_Source records_

..........

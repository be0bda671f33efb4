package gen

import (
	"fmt"
	"math"
	"math/rand/v2"
	"sort"

	"groundtally/geo"
	"groundtally/scoring/units"
)

// parcel is one holding with the ring of its boundary.
type parcel struct {
	id        string
	ring      []geo.XY
	use       string
	consent   string
	date      string
	owner     string
	siteGroup string
	areaHa    float64
	middle    geo.XY
}

// mesh holds the vertices of the fields of one block. When an edge is split the new vertex is kept under
// the edge, so that the neighbour across it gets the same vertex: boundaries are shared to the last digit.
type mesh struct {
	pts   []geo.XY
	split map[[2]int]int
}

func edgeKey(a, b int) [2]int { return [2]int{min(a, b), max(a, b)} }

// whole puts every vertex that was set on an edge since into the ring.
func (m *mesh) whole(r []int) []int {
	var out []int
	var put func(a, b int)
	put = func(a, b int) {
		if c, ok := m.split[edgeKey(a, b)]; ok {
			put(a, c)
			put(c, b)
			return
		}
		out = append(out, a)
	}
	for i := range r {
		put(r[i], r[(i+1)%len(r)])
	}
	return out
}

func (m *mesh) points(r []int) []geo.XY {
	out := make([]geo.XY, len(r))
	for i, id := range r {
		out[i] = m.pts[id]
	}
	return out
}

// cut divides a ring along a line through c in direction u, from boundary to boundary, with the middle
// bent by up to bendM. It fails when the line misses, or when the bent line would leave the ring.
func (m *mesh) cut(r []int, c, u geo.XY, bend float64, rnd *rand.Rand) (one, two []int, ok bool) {
	type hit struct {
		s, t float64
		edge int
	}
	nrm := left(u)
	var hits []hit
	n := len(r)
	for i := range n {
		a, b := m.pts[r[i]], m.pts[r[(i+1)%n]]
		da, db := dot(a.Sub(c), nrm), dot(b.Sub(c), nrm)
		if (da > 0) != (db > 0) {
			t := da / (da - db)
			hits = append(hits, hit{dot(along(a, b, t).Sub(c), u), t, i})
		}
	}
	sort.SliceStable(hits, func(a, b int) bool { return hits[a].s < hits[b].s })
	best, from := math.Inf(1), -1
	for k := 0; k+1 < len(hits); k += 2 {
		gap := math.Max(hits[k].s, -hits[k+1].s)
		if gap < best {
			best, from = gap, k
		}
	}
	if from < 0 {
		return nil, nil, false
	}
	type end struct {
		id, edge int // edge -1: an existing vertex
		pos      int // where in the ring the end stands, or after which it is put
		p        geo.XY
	}
	var ends [2]end
	for k := range 2 {
		h := hits[from+k]
		a, b := r[h.edge], r[(h.edge+1)%n]
		pa, pb := m.pts[a], m.pts[b]
		l := pa.Dist(pb)
		near := math.Min(14, 0.3*l)
		switch {
		case h.t*l < near:
			ends[k] = end{a, -1, h.edge, pa}
		case (1-h.t)*l < near:
			ends[k] = end{b, -1, (h.edge + 1) % n, pb}
		default:
			ends[k] = end{-1, h.edge, h.edge, snap(along(pa, pb, h.t))}
		}
	}
	p, q := ends[0].p, ends[1].p
	l := p.Dist(q)
	if l < 15 || ends[0].edge >= 0 && ends[0].edge == ends[1].edge {
		return nil, nil, false
	}
	clear := func(chord []geo.XY) bool {
		for i := 1; i < len(chord); i++ {
			for j := range n {
				a, b := m.pts[r[j]], m.pts[r[(j+1)%n]]
				if i == 1 && (j == ends[0].edge || a == p || b == p) || i == len(chord)-1 && (j == ends[1].edge || a == q || b == q) {
					continue
				}
				if _, _, hit := crossing(chord[i-1], chord[i], a, b); hit {
					return false
				}
			}
		}
		mid := along(chord[0], chord[1], 0.5)
		if len(chord) > 2 {
			mid = chord[len(chord)/2]
		}
		return inRing(mid, m.points(r))
	}
	chord := []geo.XY{p, q}
	bends := int(clamp(l/130, 0, 5))
	if bends > 0 && bend > 0 {
		bent := []geo.XY{p}
		sway := between(rnd, -1, 1) * bend * l
		for k := 1; k <= bends; k++ {
			t := (float64(k) + between(rnd, -0.25, 0.25)) / float64(bends+1)
			off := float64(sway*math.Sin(math.Pi*t)) + float64(between(rnd, -0.4, 0.4)*bend*l)
			bent = append(bent, snap(shift(along(p, q, t), left(unit(p, q)), off)))
		}
		bent = append(bent, q)
		if clear(bent) {
			chord = bent
		}
	}
	if !clear(chord) {
		return nil, nil, false
	}
	// The vertices are set only now that the cut is sure to hold.
	for k := range ends {
		if e := &ends[k]; e.edge >= 0 {
			m.pts = append(m.pts, e.p)
			e.id = len(m.pts) - 1
			m.split[edgeKey(r[e.edge], r[(e.edge+1)%n])] = e.id
		}
	}
	var inner []int
	for _, x := range chord[1 : len(chord)-1] {
		m.pts = append(m.pts, x)
		inner = append(inner, len(m.pts)-1)
	}
	walk := func(a, b end) []int {
		out := []int{a.id}
		i := a.pos
		if a.edge >= 0 {
			i = a.edge
		}
		for {
			if b.edge >= 0 && i == b.edge {
				return append(out, b.id)
			}
			i = (i + 1) % n
			out = append(out, r[i])
			if b.edge < 0 && i == b.pos {
				return out
			}
		}
	}
	one = walk(ends[0], ends[1])
	for k := len(inner) - 1; k >= 0; k-- {
		one = append(one, inner[k])
	}
	two = walk(ends[1], ends[0])
	two = append(two, inner...)
	return one, two, true
}

// frame is the smallest turned box around a ring, its long side along u.
type frame struct {
	mid, u     geo.XY
	long, wide float64
}

func ringFrame(r []geo.XY) frame {
	best := math.Inf(1)
	var f frame
	for i := range r {
		u := unit(r[i], r[(i+1)%len(r)])
		if u == (geo.XY{}) {
			continue
		}
		v := left(u)
		lo, hi := geo.XY{X: math.Inf(1), Y: math.Inf(1)}, geo.XY{X: math.Inf(-1), Y: math.Inf(-1)}
		for _, p := range r {
			a, b := dot(p, u), dot(p, v)
			lo = geo.XY{X: math.Min(lo.X, a), Y: math.Min(lo.Y, b)}
			hi = geo.XY{X: math.Max(hi.X, a), Y: math.Max(hi.Y, b)}
		}
		l, w := hi.X-lo.X, hi.Y-lo.Y
		if float64(l*w) < best {
			best = float64(l * w)
			mid := shift(shift(geo.XY{}, u, (lo.X+hi.X)/2), v, (lo.Y+hi.Y)/2)
			if l >= w {
				f = frame{mid, u, l, w}
			} else {
				f = frame{mid, v, w, l}
			}
		}
	}
	return f
}

// roundness is 1 for a disc and falls towards 0 for a sliver.
func roundness(r []geo.XY) float64 {
	l := ringLength(r)
	return 4 * math.Pi * ringArea(r) / float64(l*l)
}

// fieldMaker divides blocks into parcels.
type fieldMaker struct {
	g      *land
	places []place
	n      noise
	rnd    *rand.Rand
}

// settled gives the distance beyond the edge of the nearest town or village, negative inside, and to the
// nearest farm.
func (f *fieldMaker) settled(p geo.XY) (edgeM, farmM float64) {
	edgeM, farmM = math.Inf(1), math.Inf(1)
	for _, q := range f.places {
		d := q.at.Dist(p)
		if q.kind == "farm" {
			farmM = math.Min(farmM, d)
		} else {
			edgeM = math.Min(edgeM, d-q.reachM)
		}
	}
	return edgeM, farmM
}

// wantedHa is the size at which a parcel is left whole.
func (f *fieldMaker) wantedHa(p geo.XY) float64 {
	edge, farm := f.settled(p)
	h := f.g.ground(p)
	want := 0.84
	if edge > 0 {
		want += float64(11*step01(140, 480, edge)) + float64(41*step01(380, 2400, edge)) + float64(26*step01(2400, 6500, edge))
	}
	want *= lerp(0.55, 1, step01(150, 500, farm))
	want *= lerp(1, 1.8, step01(90, 190, h)) * lerp(1, 2, step01(190, 260, h))
	return want * math.Exp(0.45*f.n.fractal(p, 900, 2))
}

// stripEdgeM is how far from the edge of a town or village the long strips reach.
const stripEdgeM = 280

// divide cuts a ring again and again across its longer side, along the direction of its own sides, until
// the parts have the wanted size; close to a settlement it cuts lengthwise, which gives strips. A ring that
// no cut divides well stays whole.
func (f *fieldMaker) divide(m *mesh, r []int, out *[][]int, depth int) {
	r = m.whole(r)
	pts := m.points(r)
	area := ringArea(pts) / units.M2PerHa
	c := ringCentroid(pts)
	want := f.wantedHa(c)
	fr := ringFrame(pts)
	edge, _ := f.settled(c)
	high := f.g.ground(c) > 170
	strips := edge > 20 && edge < stripEdgeM && area < 7 && f.n.at(c, 1500) > -0.55
	limit := want * between(f.rnd, 1.15, 1.75)
	if strips {
		limit = 0.95
	}
	if area < limit && !(fr.long > 5.5*fr.wide && area > want*0.8 && !strips) || depth > 16 {
		*out = append(*out, r)
		return
	}
	for try := range 14 {
		u := left(fr.u)
		if strips && fr.wide > 46 && fr.long < 9*fr.wide {
			u = fr.u // long strips, side by side
		}
		u = alignTo(pts, u, fr)
		sway := 0.05
		bend := 0.012
		if high {
			sway, bend = 0.42, 0.055
		}
		a := math.Atan2(u.Y, u.X) + float64(f.rnd.NormFloat64()*sway*(1+float64(0.5*float64(try))))
		u = heading(a)
		across := left(u)
		span := fr.long
		if math.Abs(dot(u, fr.u)) > 0.7 {
			span = fr.wide
		}
		off := between(f.rnd, -0.13, 0.13) * span
		if try > 6 {
			off = between(f.rnd, -0.3, 0.3) * span
		}
		one, two, ok := m.tryCut(r, shift(fr.mid, across, off), u, bend, f.rnd)
		if !ok {
			continue
		}
		f.divide(m, one, out, depth+1)
		f.divide(m, two, out, depth+1)
		return
	}
	*out = append(*out, r)
}

// tryCut cuts and takes the cut back when a part would be a sliver.
func (m *mesh) tryCut(r []int, c, u geo.XY, bend float64, rnd *rand.Rand) (one, two []int, ok bool) {
	before := len(m.pts)
	one, two, ok = m.cut(r, c, u, bend, rnd)
	if !ok {
		return nil, nil, false
	}
	parent := m.points(r)
	total := ringArea(parent)
	least := math.Min(0.2, 0.75*roundness(parent))
	for _, part := range [][]int{one, two} {
		pts := m.points(part)
		if ringArea(pts) < 0.16*total || roundness(pts) < least || !simpleRing(pts) {
			for k, v := range m.split {
				if v >= before {
					delete(m.split, k)
				}
			}
			m.pts = m.pts[:before]
			return nil, nil, false
		}
	}
	return one, two, true
}

// alignTo turns a direction to that of the longest side of the ring that runs about the same way.
func alignTo(r []geo.XY, u geo.XY, fr frame) geo.XY {
	best, out := 0.2*fr.wide, u
	for i := range r {
		a, b := r[i], r[(i+1)%len(r)]
		v := unit(a, b)
		if d := dot(u, v); math.Abs(d) > 0.88 && a.Dist(b) > best {
			best = a.Dist(b)
			out = v
			if d < 0 {
				out = geo.XY{X: -v.X, Y: -v.Y}
			}
		}
	}
	return out
}

// makeParcels cuts the farmed land into blocks along roads, streams and its limit, and blocks into fields.
func makeParcels(seed uint64, g *land, roads []road, places []place) ([]parcel, error) {
	f := &fieldMaker{g: g, places: places, n: newNoise(seed, "fields"), rnd: stream(seed, "fields")}
	limit := farmLimits(g, newNoise(seed, "limit"))
	lines := []kindedLine{{append(append([]geo.XY(nil), limit...), limit[0]), limitEdge}}
	for _, r := range roads {
		switch r.class {
		case "main":
			lines = append(lines, kindedLine{r.line, mainEdge})
		case "lane", "street":
			lines = append(lines, kindedLine{r.line, laneEdge})
		}
	}
	for _, s := range g.streams {
		lines = append(lines, kindedLine{s.line, streamEdge})
	}
	for _, l := range g.lakes {
		lines = append(lines, kindedLine{append(append([]geo.XY(nil), l.ring...), l.ring[0]), lakeEdge})
	}
	blocks, pieces := cutLines(lines).blocks()
	if pieces != 1 {
		return nil, fmt.Errorf("make parcels: the lines of the land fall into %d pieces", pieces)
	}
	var rings [][]geo.XY
	for _, b := range blocks {
		area := ringArea(b.ring)
		if area < 900 {
			continue
		}
		in := interior(b.ring)
		if !inRing(in, limit) || g.inLake(in) {
			continue
		}
		var ring []geo.XY
		for _, share := range []float64{1, 0.6, 0.3, 0.1} {
			if r := b.inset(share); len(r) > 3 && simpleRing(r) && ringArea(r) > 600 {
				ring = r
				break
			}
		}
		if ring == nil {
			continue
		}
		m := &mesh{split: map[[2]int]int{}}
		var r []int
		for _, p := range ring {
			m.pts = append(m.pts, p)
			r = append(r, len(r))
		}
		var parts [][]int
		f.divide(m, r, &parts, 0)
		for _, part := range parts {
			pts := m.points(m.whole(part))
			if ringArea(pts) > 700 {
				rings = append(rings, pts)
			}
		}
	}
	return f.describe(seed, rings), nil
}

// interior gives a point inside a ring: the middle of the longest stretch of a level line through it.
func interior(r []geo.XY) geo.XY {
	c := ringCentroid(r)
	if inRing(c, r) {
		return c
	}
	var xs []float64
	for i := range r {
		a, b := r[i], r[(i+1)%len(r)]
		if (a.Y > c.Y) != (b.Y > c.Y) {
			xs = append(xs, a.X+float64((b.X-a.X)*(c.Y-a.Y))/(b.Y-a.Y))
		}
	}
	sort.Float64s(xs)
	best := c
	w := 0.0
	for i := 0; i+1 < len(xs); i += 2 {
		if xs[i+1]-xs[i] > w {
			w = xs[i+1] - xs[i]
			best.X = (xs[i] + xs[i+1]) / 2
		}
	}
	return best
}

func (g *land) inLake(p geo.XY) bool {
	for _, l := range g.lakes {
		if inRing(p, l.ring) {
			return true
		}
	}
	return false
}

// describe numbers the parcels in rows from the south-west and gives each its use and consent.
func (f *fieldMaker) describe(seed uint64, rings [][]geo.XY) []parcel {
	out := make([]parcel, len(rings))
	for i, r := range rings {
		out[i] = parcel{ring: r, areaHa: ringArea(r) / units.M2PerHa, middle: interior(r)}
	}
	row := func(p geo.XY) int { return int(math.Floor((p.Y + 8000) / 1500)) }
	sort.SliceStable(out, func(i, j int) bool {
		a, b := out[i].middle, out[j].middle
		if row(a) != row(b) {
			return row(a) < row(b)
		}
		if a.X != b.X {
			return a.X < b.X
		}
		return a.Y < b.Y
	})
	r := stream(seed, "holders")
	// Farmers own what lies near their farm; the council owns the moor's middle, others own the rest.
	holder := make([]string, len(f.places))
	for i := range holder {
		holder[i] = people(r)
	}
	estates := []struct {
		name string
		at   geo.XY
		max  int
	}{{"Marramer estate", km(-3.9, -2.4), 9}, {"Pellow estate", km(7.0, -0.2), 7}, {"Church lands", km(-8.2, 1.2), 5}, {"Hollin common", km(1.3, 3.6), 4}}
	count := make([]int, len(estates))
	for i := range out {
		p := &out[i]
		p.id = fmt.Sprintf("M-%04d", i+1)
		edge, farm := f.settled(p.middle)
		h := f.g.ground(p.middle)
		draw := r.Float64()
		patch := f.n.at(p.middle, 1600)
		switch {
		case edge < 0 && p.areaHa < 1.6 && draw < 0.8:
			p.use = "built up"
		case edge < 90 && p.areaHa < 1:
			p.use = "garden"
		case f.g.aboveRiver(p.middle) < 3.5:
			p.use = "meadow"
		case h > 205:
			p.use = "moor"
		case h > 135:
			p.use = "rough grazing"
		case p.areaHa > 3 && p.areaHa < 45 && farm > 380 && draw < 0.055+float64(0.05*step01(30, 100, h)):
			p.use = "wood"
		case patch+float64(1.1*(draw-0.5)) > 0.1+float64(0.5*step01(40, 110, h))-float64(0.25*step01(3500, 1200, edge)):
			p.use = "arable"
		default:
			p.use = "pasture"
		}
		best := math.Inf(1)
		p.owner = people(r)
		for k, q := range f.places {
			if d := q.at.Dist(p.middle); q.kind == "farm" && d < best && d < 800 {
				best = d
				p.owner = holder[k]
			}
		}
		if p.use == "moor" && r.Float64() < 0.5 {
			p.owner = "Marram District Council"
		}
		for k, e := range estates {
			if p.areaHa > 2 && p.middle.Dist(e.at) < 1700 && count[k] < e.max && p.use != "wood" && p.use != "built up" {
				count[k]++
				p.siteGroup, p.owner = e.name, e.name
				break
			}
		}
		switch v := r.Float64(); {
		case p.areaHa < 1 || v < 0.46:
			p.consent = "unknown"
		case v < 0.62:
			p.consent = "not asked"
		case v < 0.71:
			p.consent = "asked"
		case v < 0.88:
			p.consent = "yes"
		case v < 0.95:
			p.consent = "conditional"
		default:
			p.consent = "no"
		}
		if p.consent != "unknown" && p.consent != "not asked" {
			p.date = fmt.Sprintf("2025-%02d-%02d", 1+r.IntN(12), 1+r.IntN(28))
		}
	}
	return out
}

// aboveRiver gives the height above the bed of the main river near it, a large number elsewhere.
func (g *land) aboveRiver(p geo.XY) float64 {
	i := int(math.Round((p.X - g.above.x0) / terrainCellM))
	j := int(math.Round((p.Y - g.above.y0) / terrainCellM))
	return g.above.get(i, j)
}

..........

_Instructions to follow_
Take the line above containing "w = xs[i+1] - xs[i]", the line containing "use and consent.", and all lines in between, and copy them exactly without anything else.

_Task response_
			w = xs[i+1] - xs[i]
			best.X = (xs[i] + xs[i+1]) / 2
		}
	}
	return best
}

func (g *land) inLake(p geo.XY) bool {
	for _, l := range g.lakes {
		if inRing(p, l.ring) {
			return true
		}
	}
	return false
}

// describe numbers the parcels in rows from the south-west and gives each its use and consent.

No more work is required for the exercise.